2022.07.01 14:12:52.785 *D* [poll.discovery     ] Starting active discovery check on range 10.127.10.3 - 10.127.10.3 (snmp=true tcp=true bs=1024 delay=0)
2022.07.01 14:12:54.291 *D* [poll.discovery     ] Active discovery - node 10.127.10.3 responded to ICMP probe
2022.07.01 14:12:54.291 *D* [poll.discovery     ] Checking address 10.127.10.3 in zone 0 (source: Active Discovery)
2022.07.01 14:12:54.292 *D* [poll.discovery     ] New node queued: 10.127.10.3/24
2022.07.01 14:12:54.292 *D* [poll.discovery     ] Starting SNMP check on range 10.127.10.3 - 10.127.10.3
2022.07.01 14:12:54.293 *D* [poll.discovery     ] NodePoller: processing address 10.127.10.3/24 in zone 0 (source type Active Discovery, source node [0])
2022.07.01 14:12:55.806 *D* [poll.discovery     ] Active discovery - node 10.127.10.3 responded to SNMP probe
2022.07.01 14:12:55.806 *D* [poll.discovery     ] Checking address 10.127.10.3 in zone 0 (source: Active Discovery)
2022.07.01 14:12:55.808 *D* [poll.discovery     ] Potential node 10.127.10.3 rejected (IP address already queued for polling)
2022.07.01 14:12:57.320 *D* [poll.discovery     ] Active discovery - node 10.127.10.3 responded to SNMP probe
2022.07.01 14:12:57.320 *D* [poll.discovery     ] Checking address 10.127.10.3 in zone 0 (source: Active Discovery)
2022.07.01 14:12:57.321 *D* [poll.discovery     ] Potential node 10.127.10.3 rejected (IP address already queued for polling)
2022.07.01 14:13:04.879 *D* [poll.discovery     ] Starting TCP check on range 10.127.10.3 - 10.127.10.3
2022.07.01 14:13:04.968 *D* [poll.discovery     ] Finished active discovery check on range 10.127.14.3 - 10.127.10.3



'show queues':
Node discovery poller            : 887

So is that 887 nodes waiting to be added?


troffasky

Server.QueueSize.Current(NodeDiscoveryPoller) history over last 30 days is always in range 800-900. Does this indicate a resource issue on the server or do I need to increase the number of pollers somewhere?

Victor Kirhenshtein

Hi!

This is queue for processing discovered addresses. If you have discovery filters some (or most) of them could be filtered out and then re-discovered again and again.
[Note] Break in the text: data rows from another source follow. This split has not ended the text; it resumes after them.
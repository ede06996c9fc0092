"""Labelled rows -> trained model.

    from trainer import fit_map, fit_plan

Names load when they are first used, so that importing the package costs nothing.
"""

_HOMES = {
    "fit_map": "fit",
    "fit_plan": "fit",
    "read_plan": "plan",
    "read_rows": "table",
}

__all__ = sorted(_HOMES)


def __getattr__(name):  # type: ignore[no-untyped-def]
    if name not in _HOMES:
        raise AttributeError("trainer has no " + name)
    module = __import__("trainer." + _HOMES[name], None, None, [name])
    return getattr(module, name)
This can create permanently non-empty discovery queue, but this is fine.

Best regards,
Victor

troffasky

#7
Address filter is empty, just filtering on SNMP/SSH/agent protocol.
Following hints in this thread
https://www.netxms.org/forum/general-support/discovery-through-proxy/15/
I increased ThreadPool.Discovery.BaseSize from 1 to 4 and enabled parallel processing, then restarted the service.
The expected node was then discovered by the next day [as with the other system, log level is such that they were rotated away so I don't know exactly when].

I am going to assume that other things I wasn't specifically looking for have been discovered as well.